The National Family Association of Deaf-Blind: The National Family Association for Deaf-Blind (NFADB) is a nonprofit, volunteer-based family association. NFADB focuses on advocating for the provision of the qualified personnel in the home, educational setting, and community. They are the largest national network of families focusing on issues surrounding deaf blindness. They have ways to connect with other families and resources available on their site.
National Federation for the Blind: The National Federation's elected leaders and nationwide membership are made up of blind people, their families, and friends. They have a variety of programs and services, including, among other offerings, access to the world’s largest audio information service for the blind, NFB-NEWSLINE®. It is free to anyone who is legally blind. NFB-NEWSLINE® makes over four hundred newspapers and magazines, as well as TV schedules, localized emergency weather alerts, and job listings, available on demand to blind readers by telephone, online, or via an iPhone/iPad app.
Rebuild Hope: Helping families of disabled veterans of the wars in Afghanistan and Iraq rebuild their civilian lives.
Rebuild Hope is a volunteer-driven, national nonprofit that engages thousands of Americans in a collective effort to help disabled Iraq and Afghanistan veterans and their families overcome government-created financial hardships, improve the financial management of their households, and escape unexpected poverty as they transition to civilian life.
United Cerebral Palsy: United Cerebral Palsy (UCP) educates, advocates and provides support services to ensure a life without limits for people with a spectrum of disabilities. UCP and its nearly 80+ affiliates have a mission to advance the independence, productivity and full citizenship of people with a broad range of disabilities by providing services and support to more than 176,000 children and adults every day—one person at a time, one family at a time.
United Spinal Association: United Spinal Association is dedicated to enhancing the quality of life of all people living with spinal cord injuries and disorders (SCI/D), including veterans, and providing support and information to loved ones, care providers and professionals.
VOR is a national organization that advocates for high quality care and human rights for people with intellectual and developmental disabilities. VOR promises to empower you to make and protect quality of life choices for individuals with developmental disabilities.

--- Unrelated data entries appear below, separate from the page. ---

def bench(label: str, text: str, n_sites: int, years: int, cluster: bool, repeats: int) -> None:
    scenario = scenario_from_text(text)
    start = time.perf_counter()
    frame = sites_frame(n_sites, years)
    history = history_from_frame(frame, scenario, label="invented")
    loaded = time.perf_counter() - start
    names = list(history.site_names)
    halves = [history_from_frame(frame[frame["site"].isin(part)], scenario, label="invented")
              for part in (names[: n_sites // 2], names[n_sites // 2:])]
    n_cutoffs = scenario.cutoffs.size
    replicates = scenario.simulation.replicates
    n_occasions = season_calendar(history, scenario.season).n_occasions
    print(f"\n{label}: {n_sites} sites x {years} years daily ({history.n_rows:,} rows, read in "
          f"{loaded:.1f} s) x {replicates:,} replicates x {n_cutoffs} cutoffs; season of {n_occasions} "
          f"occasions; {'operating rules played day by day' if scenario.operations else 'fixed costs'}")
    ways = ["1 worker", "2 workers", "2 halves"] + (["Dask"] if cluster else [])
    times = {way: [] for way in ways}
    processor = {way: [] for way in ways}  # the run's own processes (own_seconds)
    busy = {way: [] for way in ways}
    worker_memory = {way: 0 for way in ways}
    main_memory = 0
    for r in range(repeats):
        order = ways[r % len(ways):] + ways[: r % len(ways)]  # each way first in turn
        for way in order:
            if way == "Dask":
                with dask_cluster() as dask:
                    if r == 0:
                        print(f"  Dask LocalCluster: 2 worker processes of 1 thread, Dask's default settings "
                              f"(workers see MALLOC_TRIM_THRESHOLD_={', '.join(dask['trim'])})")
                    elapsed, memory, cores, own = timed(scenario, history, PeakMemory(pids=dask["workers"]),
                                                        pids=dask["workers"], cluster=dask["address"])
            elif way == "2 halves":
                elapsed, cores = two_halves(scenario, halves)
                memory, own = None, None
            else:
                elapsed, memory, cores, own = timed(scenario, history, PeakMemory(),
                                                    workers=1 if way == "1 worker" else 2)
            times[way].append(elapsed)
            if own is not None:
                processor[way].append(own)
            if cores is not None:
                busy[way].append(cores)
            if memory is not None:
                if way != "1 worker":
                    worker_memory[way] = max(worker_memory[way], memory.worker)
                main_memory = max(main_memory, memory.main)
        print(f"  round {r + 1} ({', '.join(order)}): "
              + ", ".join(f"{way} {times[way][-1]:.1f} s" for way in ways), flush=True)
    median = {way: float(np.median(t)) for way, t in times.items()}
    print(f"  median of {repeats} rounds:")
    for way, t in median.items():
        cores = 1 if way == "1 worker" else 2
        priced = n_sites * replicates * n_cutoffs / t
        memory = f", peak memory per worker {worker_memory[way] / 2**20:,.0f} MB" if worker_memory[way] else ""
        print(f"    {way:9} {t:6.1f} s  {priced / cores:12,.0f} site-season-cutoffs a second per core{memory}")
    print(f"    this process: peak memory {main_memory / 2**20:,.0f} MB")
    print(f"  speed-up from 1 to 2 local workers: {median['1 worker'] / median['2 workers']:.2f} "
          f"(target at least 1.8); round by round "
          + ", ".join(f"{a / b:.2f}" for a, b in zip(times["1 worker"], times["2 workers"])))
    ceiling = [a / b for a, b in zip(times["1 worker"], times["2 halves"])]
    reached = [b / a for a, b in zip(times["2 workers"], times["2 halves"])]
    print(f"  the machine's own ceiling (1 worker against 2 halves at once, nothing shared): "
          f"{float(np.median(ceiling)):.2f}; round by round {', '.join(f'{x:.2f}' for x in ceiling)}; the local "
          f"pool took {float(np.median([1 / x for x in reached])):.2f} times the halves' time (median of rounds)")
    if all(busy.values()):
        # where a shortfall comes from: extra work on two workers, cores left idle, or the machine's
        # speed drifting between rounds (the same work taking more or less core time)
        used = ", ".join(f"{way} {np.median([b for b, _ in busy[way]]):.1f} s" for way in ways)
        idle = np.median([i / (b + i) for b, i in busy["2 workers"]])
        print(f"  core time used (median, whole machine): {used}; idle on 2 local workers: {idle:.0%} of "
              f"the {os.cpu_count()} cores' time; one worker took {min(times['1 worker']):.1f}-"
              f"{max(times['1 worker']):.1f} s for the same work over the rounds")
    if "Dask" in median:
        ratio = median["Dask"] / median["2 workers"]
        print(f"  Dask LocalCluster against the local pool: {ratio:.2f} x its time (target at most 1.15); round by "
              "round " + ", ".join(f"{a / b:.2f}" for a, b in zip(times["Dask"], times["2 workers"])))
        used = {way: float(np.median(processor[way])) for way in ("1 worker", "2 workers", "Dask")}
        print(f"  processor time of the run's own processes (median; the Dask way counts this process, which "
              f"holds the LocalCluster's scheduler and nannies, and the Dask workers): 1 worker {used['1 worker']:.1f} s, "
              f"2 workers {used['2 workers']:.1f} s, Dask {used['Dask']:.1f} s ({used['Dask'] / used['2 workers']:.2f} x "
              "the local pool's)")


def main() -> None:
    parser = argparse.ArgumentParser(description=__doc__.split("\n\n")[0])
    parser.add_argument("--sites", type=int, default=200, help="sites with fixed costs (default 200)")
    parser.add_argument("--rule-sites", type=int, default=50, help="sites with operating rules (default 50; 0 skips)")
    parser.add_argument("--years", type=int, default=10, help="years of daily history (default 10)")
    parser.add_argument("--replicates", type=int, default=5000, help="replicate seasons (default 5000)")
    parser.add_argument("--cutoff-step", type=float, default=0.01, help="cutoff step (default 0.01: 101 cutoffs)")
    parser.add_argument("--repeats", type=int, default=5,
                        help="rounds of timings with fixed costs; medians are reported (default 5)")
    parser.add_argument("--rule-repeats", type=int, default=3,
                        help="rounds of timings with operating rules (default 3: each takes minutes)")
    parser.add_argument("--no-cluster", action="store_true", help="skip the Dask LocalCluster runs")
    args = parser.parse_args()
    print(f"bench_sites: {os.cpu_count()} cores seen; numpy {np.__version__}")
    prepare(workers=2)  # as simulator.run does before it reads the history
    fill = {"replicates": args.replicates, "step": args.cutoff_step}
    if args.sites:
        bench("(a) fixed costs", FIXED.format(**fill), args.sites, args.years, not args.no_cluster, args.repeats)
    if args.rule_sites:
        bench("(b) operating rules", RULES.format(**fill), args.rule_sites, args.years, not args.no_cluster,
              args.rule_repeats)


if __name__ == "__main__":
    main()
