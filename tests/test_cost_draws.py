"""Costs known only as a range: reading a range, and drawing it from its PERT distribution.

Sources:
- PERT mean (low + 4 likely + high) / 6: Malcolm, Roseboom, Clark and Fazar 1959, "Application of
  a technique for research and development program evaluation", Operations Research 7(5):646-669.
- PERT as a beta distribution with alpha = 1 + 4 (likely - low) / (high - low) and
  beta = 1 + 4 (high - likely) / (high - low) on [low, high], and its variance
  (mean - low)(high - mean) / 7 when likely is halfway: Vose 2008, "Risk Analysis", 3rd ed.
  (from memory; the variance is checked here against scipy's beta moments, which do not rely on
  it).
- The draws are checked against ``scipy.stats.beta`` (this scipy has no PERT distribution of its
  own): its mean and variance, and a Kolmogorov-Smirnov test against its distribution function
  (``scipy.stats.kstest``).
"""

from __future__ import annotations

import numpy as np
import pytest
from scipy import stats

from simulator.inputs.errors import InputError
from simulator.inputs.ranges import CostRange, site_ranges, split_ranges
from simulator.inputs.scenario_costs import Costs
from simulator.pricing.draws import CostDrawer, pert
from simulator.replay.resample import BLOCK


def test_pert_mean_is_malcolms_weighted_average():
    # Malcolm et al. 1959: (a + 4m + b) / 6
    assert CostRange(low=2000, likely=2500, high=4000).mean == pytest.approx((2000 + 10000 + 4000) / 6)
    assert CostRange(low=0.1, likely=0.1, high=0.1).mean == 0.1  # exactly likely when low = high


def test_pert_shapes_give_the_pert_mean_as_the_beta_mean():
    r = CostRange(low=2000, likely=2500, high=4000)
    a, b = r.shapes
    assert (a, b) == pytest.approx((1 + 4 * 500 / 2000, 1 + 4 * 1500 / 2000))
    assert pert(r).mean() == pytest.approx(r.mean, rel=1e-12)
    # symmetric range: variance (mean - low)(high - mean) / 7 (Vose 2008, from memory)
    sym = CostRange(low=10, likely=20, high=30)
    assert pert(sym).var() == pytest.approx((20 - 10) * (30 - 20) / 7, rel=1e-12)


def test_drawn_costs_follow_scipys_beta_on_the_range():
    r = CostRange(low=2000, likely=2500, high=4000)
    costs = Costs(hit=300, false_alarm=1800, miss=r.mean, correct_negative=0)
    drawer = CostDrawer(costs, {"costs.miss": r}, seed=7)
    draws = np.concatenate([drawer(b, BLOCK).miss.ravel() for b in range(20)])
    a, b = r.shapes
    reference = stats.beta(a, b, loc=r.low, scale=r.high - r.low)
    assert stats.kstest(draws, reference.cdf).pvalue > 0.001
    se = reference.std() / np.sqrt(draws.size)
    assert abs(draws.mean() - reference.mean()) < 4 * se
    assert draws.var() == pytest.approx(reference.var(), rel=0.05)
    assert draws.min() >= r.low and draws.max() <= r.high


def test_a_replicates_draw_depends_on_its_number_only():
    r = CostRange(low=1, likely=2, high=5)
    drawer = CostDrawer(Costs(hit=0, false_alarm=1, miss=r.mean), {"costs.miss": r}, seed=3)
    whole, part = drawer(4, BLOCK).miss, drawer(4, 120).miss
    np.testing.assert_array_equal(whole[:120], part)
    assert not np.array_equal(drawer(5, BLOCK).miss, whole)
    # another cost's range does not move this one's draws (each cost has a stream of its own)
    other = CostDrawer(Costs(hit=0, false_alarm=1, miss=r.mean),
                       {"costs.miss": r, "costs.hit": CostRange(low=0, likely=1, high=2)}, seed=3)
    np.testing.assert_array_equal(other(4, BLOCK).miss, whole)


def test_a_range_of_zero_width_draws_nothing():
    costs = Costs(hit=300, false_alarm=1800, miss=2500)
    drawer = CostDrawer(costs, {"costs.miss": CostRange(low=2500, likely=2500, high=2500)}, seed=1)
    assert not drawer.draws and drawer(0, BLOCK) is costs


def test_split_ranges_puts_the_mean_in_place_and_keeps_the_range():
    data = {"name": "x", "costs": {"hit": 300, "false_alarm": 1800,
                                   "miss": {"low": 2000, "likely": 2500, "high": 4000}},
            "sites": {"North": {"costs": {"hit": {"low": 100, "likely": 200, "high": 300}}}}}
    out, ranges = split_ranges(data, "s.toml")
    assert out["costs"]["miss"] == pytest.approx(16000 / 6)
    assert out["sites"]["North"]["costs"]["hit"] == 200
    assert set(ranges) == {"costs.miss", "sites.North.costs.hit"}
    assert isinstance(data["costs"]["miss"], dict)  # the input is left as it was
    north = site_ranges(ranges, "North", {"costs.hit"})
    assert north == {"costs.miss": ranges["costs.miss"], "costs.hit": ranges["sites.North.costs.hit"]}
    assert site_ranges(ranges, "North", {"costs.miss"}) == {"costs.hit": ranges["sites.North.costs.hit"]}


@pytest.mark.parametrize("written, words", [
    ({"low": 3, "likely": 2, "high": 5}, "[costs] miss: a range needs low <= likely <= high"),
    ({"low": 1, "likely": 2}, "[costs] miss: the range has no high"),
    ({"low": 1, "likly": 2, "high": 3}, '[costs] miss: unknown key "likly" in the range; did you mean "likely"?'),
    ({"low": 1, "likely": "2", "high": 3}, "[costs] miss: likely must be a finite number"),
    ({"low": 1, "likely": float("inf"), "high": 3}, "[costs] miss: likely must be a finite number"),
    ({"low": 1, "likely": 2, "high": 3e13}, "[costs] miss: high must be a number from"),
])
def test_a_wrong_range_is_one_line_naming_its_key(written, words):
    data = {"costs": {"hit": 1, "false_alarm": 2, "miss": written}}
    with pytest.raises(InputError) as caught:
        split_ranges(data, "s.toml")
    message = str(caught.value)
    assert message.startswith("s.toml ") and words in message and "\n" not in message


def test_cost_ranges_beside_operating_rules_are_refused_in_one_line():
    data = {"costs": {"hit": 1, "false_alarm": 2, "miss": {"low": 1, "likely": 2, "high": 3}},
            "operations": {"day_rate": 5}}
    with pytest.raises(InputError, match=r"^s\.toml \[costs\] miss: with \[operations\] the rules price the seasons"):
        split_ranges(data, "s.toml")
    data = {"costs": {"hit": 1, "false_alarm": 2, "miss": 3}, "operations": {"day_rate": 5},
            "sites": {"North": {"costs": {"miss": {"low": 1, "likely": 2, "high": 3}}}}}
    with pytest.raises(InputError, match=r'^s\.toml \[sites\."North"\.costs\] miss: with \[operations\] the rules'):
        split_ranges(data, "s.toml")


def test_a_range_in_a_stress_case_is_refused_in_one_line():
    data = {"costs": {"hit": 1, "false_alarm": 2, "miss": 3},
            "stress": [{"name": "x", "costs": {"miss": {"low": 1, "likely": 2, "high": 3}}}]}
    with pytest.raises(InputError, match=r"^s\.toml \[\[stress\]\] table 1 costs\.miss: a stress case takes one number"):
        split_ranges(data, "s.toml")
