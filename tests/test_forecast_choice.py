"""Which forecast to use and whether it pays at its price: the comparison told once (issue 13).

The arithmetic of a price is the definition of the issue (mean saving minus the price; the share of
seasons in which the saving exceeds it), checked against plain numpy on the pair's own replicate
savings. The runs are on the real Seattle wet days of tests/realdata.py (vega-datasets' Seattle
weather, 2013-2015) with the honest logistic forecast and a copy degraded on the logit scale,
which loses information and so is worth less at every cost-loss ratio (Murphy 1977, "The value of
climatological, categorical and probabilistic forecasts in the cost-loss ratio situation", Monthly
Weather Review 105, 803-816, section 4). The wording's rules are ours
(simulator/account/forecast_choice.py), checked for consistency with summary.json.
"""

from __future__ import annotations

import copy
import json
import re
from html import unescape

import numpy as np
import pandas as pd
import pytest
from typer.testing import CliRunner

from realdata import seattle_rain
from simulator.account.findings import account
from simulator.account.outputs import render_files, summary
from simulator.analysis.forecasts import ForecastPair
from simulator.cli import app
from simulator.inputs.errors import InputError
from simulator.inputs.history import history_from_frame
from simulator.inputs.scenario import scenario_from_text
from simulator.run import run_history

from conftest import scenario_toml


def _degraded(p: np.ndarray, sd: float, seed: int) -> np.ndarray:
    """``p`` with normal noise of standard deviation ``sd`` added on the logit scale, 2 decimals."""
    q = np.clip(p, 0.005, 0.995)
    logit = np.log(q / (1 - q)) + np.random.default_rng(seed).normal(0.0, sd, q.size)
    return np.round(1 / (1 + np.exp(-logit)), 2)


# the cost-loss table C/L = 0.3 (acting costs 300 whatever happens, a miss 1000; Thompson 1952,
# Murphy 1977), at which the honest Seattle forecast beats the best rule without it on held-out
# years (tests/test_forecasts.py)
COST_LOSS = {"hit": 300, "false_alarm": 300, "miss": 1000, "correct_negative": 0}


def _text(forecasts: dict[str, str], prices: dict[str, float] | None = None, replicates: int = 200) -> str:
    text = scenario_toml(simulation={"replicates": replicates}, costs=COST_LOSS)
    text += "\n[forecasts]\n" + "".join(f'"{n}" = "{c}"\n' for n, c in forecasts.items())
    if prices:
        text += "\n[forecast_prices]\n" + "".join(f'"{n}" = {v}\n' for n, v in prices.items())
    return text


def _run(frame: pd.DataFrame, forecasts: dict[str, str], prices: dict[str, float] | None = None):
    scenario = scenario_from_text(_text(forecasts, prices), label="scenario.toml")
    return run_history(scenario, history_from_frame(frame, scenario, label="history.csv"))


@pytest.fixture(scope="module")
def rain() -> pd.DataFrame:
    frame = seattle_rain()
    return frame.assign(p_garbled=_degraded(frame["probability"].to_numpy(), 2.0, seed=13))


@pytest.fixture(scope="module")
def free_first(rain):
    """The garbled copy listed first (the one in use), the honest forecast second, no prices."""
    return _run(rain, {"free": "p_garbled", "paid": "probability"})


@pytest.fixture(scope="module")
def close(rain):
    """A copy garbled less (sd 0.8 on the logit scale), listed first: both forecasts are worth
    using on held-out years, and the honest one is cheaper on average but not in 95% of seasons."""
    frame = rain.assign(p_blurred=_degraded(rain["probability"].to_numpy(), 0.8, seed=13))
    return frame, _run(frame, {"free": "p_blurred", "paid": "probability"})


# ------------------------------------------------------------------------------------------------
# the price of a forecast: arithmetic

SAVINGS = np.array([-1500.0, 200.0, 900.0, 2600.0, 3100.0, 4000.0, 4000.0, 5200.0, 7000.0, 9800.0])  # invented


def test_at_a_price_the_net_saving_is_the_saving_less_the_price_in_every_season():
    # issue 13's definition: mean saving minus the price, and the share of seasons whose saving
    # exceeds the price (a tie is no gain), here against plain numpy on the same savings
    pair = ForecastPair(better="paid", other="free", saving=SAVINGS, prob_saving=0.9)
    at = pair.as_dict({"paid": 4000.0})["at_prices"]
    net = SAVINGS - 4000.0
    assert at["better_price"] == 4000.0 and at["other_price"] == 0.0
    assert at["net_saving"]["mean"] == pytest.approx(SAVINGS.mean() - 4000.0)
    assert [at["net_saving"]["p05"], at["net_saving"]["p95"]] == pytest.approx(list(np.quantile(net, [0.05, 0.95])))
    assert at["prob_pays"] == pytest.approx(np.mean(SAVINGS > 4000.0))  # the two seasons of exactly 4000 do not pay
    assert at["pays_on_average"] == bool(SAVINGS.mean() > 4000.0)


def test_a_price_on_the_other_forecast_adds_to_the_saving_and_two_prices_count_their_difference():
    pair = ForecastPair(better="paid", other="free", saving=SAVINGS, prob_saving=0.9)
    assert pair.at_prices({"free": 1000.0})["net_saving"]["mean"] == pytest.approx(SAVINGS.mean() + 1000.0)
    both = pair.at_prices({"free": 1000.0, "paid": 2500.0})
    assert both["net_saving"]["mean"] == pytest.approx(SAVINGS.mean() - 1500.0)
    assert both["prob_pays"] == pytest.approx(np.mean(SAVINGS > 1500.0))


def test_without_prices_the_pair_has_no_price_block():
    pair = ForecastPair(better="paid", other="free", saving=SAVINGS, prob_saving=0.9)
    assert "at_prices" not in pair.as_dict()
    assert "at_prices" not in pair.as_dict({"someone else": 10.0})


# ------------------------------------------------------------------------------------------------
# which forecast to use

def _finding(s: dict, key: str) -> dict:
    return next(f for f in s["account"] if f["key"] == key)


def test_the_better_forecast_is_chosen_and_the_switch_priced_as_summary_json_says(free_first):
    s = summary(free_first)
    pair = s["forecast_pairs"][0]
    assert pair["better"] == "paid" and pair["saving"]["prob_saving"] >= 0.95  # as in test_forecasts.py
    assert s["forecasts"]["paid"]["verdict"]["use_forecast"] is True
    assert s["forecasts"]["free"]["verdict"]["use_forecast"] is False  # garbled too much
    choice = _finding(s, "forecast_choice")
    assert choice["text"].startswith("\u201cpaid\u201d at its own cutoff")
    assert choice["text"].endswith("(\u201cfree\u201d is not worth using)")
    assert choice["first"] is True
    switch = _finding(s, "forecast_switch")
    assert switch["label"] == "Switching to \u201cpaid\u201d"
    assert "saves " in switch["text"] and "against \u201cfree\u201d" in switch["text"]
    assert not any(f["key"] == "forecast_price" for f in s["account"])  # no prices given
    # one row per forecast, beside the recommendation, not in it
    rows = [f for f in s["account"] if f["key"].startswith("forecast:")]
    assert [f["key"] for f in rows] == ["forecast:free", "forecast:paid"] and not any(f["first"] for f in rows)


def test_a_switch_that_gains_in_fewer_than_95_percent_of_seasons_is_called_unsure(close):
    s = summary(close[1])
    assert all(e["verdict"]["use_forecast"] for e in s["forecasts"].values())
    pair = s["forecast_pairs"][0]
    assert pair["better"] == "paid" and pair["saving"]["mean"] > 0 and pair["saving"]["p05"] < 0
    choice = _finding(s, "forecast_choice")
    assert choice["text"].startswith("\u201cfree\u201d, the one in use: no clear case for switching")
    assert "does not beat \u201cfree\u201d with confidence" in choice["sentence"]
    assert "no price pays in 95% of" in _finding(s, "forecast_switch")["sentence"]


def test_a_price_above_what_the_forecast_is_worth_keeps_the_free_one(close):
    frame, result = close
    worth = result.comparison.pair("free", "paid").as_dict()["worth_up_to"]
    price = round(1.5 * worth)  # above what it saves against "free", below what it saves against the rules
    s = summary(_run(frame, {"free": "p_blurred", "paid": "probability"}, prices={"paid": price}))
    at = s["forecast_pairs"][0]["at_prices"]
    assert at["net_saving"]["mean"] == pytest.approx(worth - price)
    assert at["pays_on_average"] is False
    assert s["forecasts"]["paid"]["price"] == price and "price" not in s["forecasts"]["free"]
    choice = _finding(s, "forecast_choice")
    assert choice["text"].startswith("\u201cfree\u201d") and choice["text"].endswith("does not pay at its price")
    assert "loses " in _finding(s, "forecast_price")["text"]


def test_a_price_well_below_what_the_forecast_is_worth_in_95_percent_of_seasons_still_switches(rain, free_first):
    confident = free_first.comparison.pair("free", "paid").as_dict()["worth_up_to_confident"]
    assert confident > 0
    s = summary(_run(rain, {"free": "p_garbled", "paid": "probability"}, prices={"paid": round(confident / 2)}))
    assert s["forecast_pairs"][0]["at_prices"]["prob_pays"] >= 0.95
    assert _finding(s, "forecast_choice")["text"].startswith("\u201cpaid\u201d")
    assert "saving exceeds the price in" in _finding(s, "forecast_price")["text"]


def test_the_same_column_under_two_names_keeps_the_first_and_saves_nothing(rain):
    s = summary(_run(rain, {"supplier": "probability", "same supplier": "probability"}))
    assert _finding(s, "forecast_choice")["text"].endswith("saves nothing against it at these costs")


def _swap(s: dict, key: str, a: str, b: str) -> dict:
    out = copy.deepcopy(s)
    out["forecasts"][a][key], out["forecasts"][b][key] = s["forecasts"][b][key], s["forecasts"][a][key]
    return out


def test_a_better_skill_score_that_saves_less_is_said_once(free_first):
    s = summary(free_first)
    assert s["forecasts"]["paid"]["brier_skill_score"] > s["forecasts"]["free"]["brier_skill_score"]
    assert account(s).get("forecast_skill") is None  # skill and money agree on the real run
    swapped = account(_swap(s, "brier_skill_score", "free", "paid"))  # the cheaper one now scores worse
    said = swapped.get("forecast_skill")
    assert said is not None and said.sentence.startswith("\u201cfree\u201d has the better Brier skill score")
    assert sum("Brier skill score" in f.sentence for f in swapped.findings) == 1


def test_no_forecast_worth_using_recommends_none(free_first):
    s = copy.deepcopy(summary(free_first))
    for entry in s["forecasts"].values():
        entry["verdict"]["use_forecast"] = False
    assert account(s).get("forecast_choice").text.startswith("none of the 2")


def test_a_price_above_the_verdicts_saving_against_the_best_rule_is_not_worth_using(rain, free_first):
    # the verdict's 90% interval of the saving against the best rule without a forecast must clear
    # the price: here it does not, and the other forecast is not worth using either
    p05 = summary(free_first)["forecasts"]["paid"]["verdict"]["saving_against_best_rule"]["p05"]
    assert p05 > 0
    s = summary(_run(rain, {"free": "p_garbled", "paid": "probability"}, prices={"paid": round(p05) + 1}))
    told = account(s)
    assert "worth using: not at its price" in told.get("forecast:paid").text
    assert told.get("forecast_choice").text.startswith("none of the 2")
    assert "after its price" in told.get("forecast_choice").text


def test_one_forecast_has_no_comparison_findings_and_no_section(rain):
    scenario = scenario_from_text(scenario_toml(simulation={"replicates": 50}), label="scenario.toml")
    result = run_history(scenario, history_from_frame(rain, scenario, label="history.csv"))
    s = summary(result)
    assert not any(f["key"].startswith("forecast") for f in s["account"])
    assert 'id="forecasts"' not in render_files(result)["report.html"].decode()


# ------------------------------------------------------------------------------------------------
# the report's section and the terminal

def _text_of(html: str) -> str:
    return " ".join(unescape(re.sub(r"<[^>]+>", " ", html)).split())


def test_the_report_has_the_section_with_table_chart_and_the_accounts_sentences(free_first):
    files = render_files(free_first)
    html = files["report.html"].decode()
    section = html.split('<section id="forecasts">', 1)[1].split("</section>", 1)[0]
    s = json.loads(files["summary.json"])
    switch = " ".join(_finding(s, "forecast_switch")["sentence"].split())
    assert switch in _text_of(section)
    assert section.count("<tr") == 1 + 2  # the header and one row per forecast
    assert section.count("<img") == 2  # the value curves, in the wide and the narrow layout
    # said once: the switch is said in the section, the choice in the recommendation
    advice = _text_of(html.split('<section id="advice">', 1)[1].split("</section>", 1)[0])
    assert switch not in advice
    assert " ".join(_finding(s, "forecast_choice")["sentence"].split()) in advice


def test_hostile_forecast_names_are_plain_text_in_the_report(rain):
    result = _run(rain.assign(p_other=rain["probability"]), {"<b>ours</b>\\u001b[31m": "probability",
                                                           "their's & co": "p_other"})
    html = render_files(result)["report.html"].decode()
    assert "<b>ours</b>" not in html and "&lt;b&gt;ours&lt;/b&gt;" in html
    assert "their&#39;s &amp; co" in html


def test_the_command_line_prints_the_choice_and_the_price(rain, tmp_path):
    rain.to_csv(tmp_path / "history.csv", index=False)
    (tmp_path / "s.toml").write_text(_text({"free": "p_garbled", "paid": "probability"}, {"paid": 1000}, replicates=60))
    result = CliRunner().invoke(app, ["run", str(tmp_path / "s.toml"), "--history", str(tmp_path / "history.csv"),
                                      "--out", str(tmp_path / "out")])
    assert result.exit_code == 0, result.output
    flat = " ".join(result.output.split())
    assert "Forecast to use" in flat and "Switching to" in flat and "After the prices" in flat


# ------------------------------------------------------------------------------------------------
# the scenario key

@pytest.mark.parametrize("prices, message", [
    ('"paid" = -5', '[forecast_prices] "paid": must be money per season, a number from 0 to 1e12 (got -5)'),
    ('"paid" = "a lot"', '[forecast_prices] "paid": must be money per season'),
    ('"paid" = nan', '[forecast_prices] "paid": must be money per season'),
    ('"payd" = 10', '[forecast_prices]: "payd" is not a forecast of [forecasts]; did you mean "paid"?'),
])
def test_a_wrong_price_is_refused_in_one_line_naming_the_key(prices, message):
    text = _text({"free": "a", "paid": "b"}) + f"\n[forecast_prices]\n{prices}\n"
    with pytest.raises(InputError) as caught:
        scenario_from_text(text, label="s.toml")
    assert str(caught.value).startswith("s.toml " + message) and "\n" not in str(caught.value)


def test_a_price_without_forecasts_is_refused():
    text = scenario_toml() + '\n[forecast_prices]\n"paid" = 10\n'
    with pytest.raises(InputError, match=r'\[forecast_prices\]: "paid": a price compares several forecasts'):
        scenario_from_text(text, label="s.toml")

The Williams Syndrome Association:The WSA is the most comprehensive resource for people and families living with Williams syndrome as well as doctors, researchers and educators. The WSA provides resources, support and the latest medical information to help your child today and throughout his/her life. By joining, you’ll become part of the largest organization dedicated to improving the lives of people living with Williams syndrome.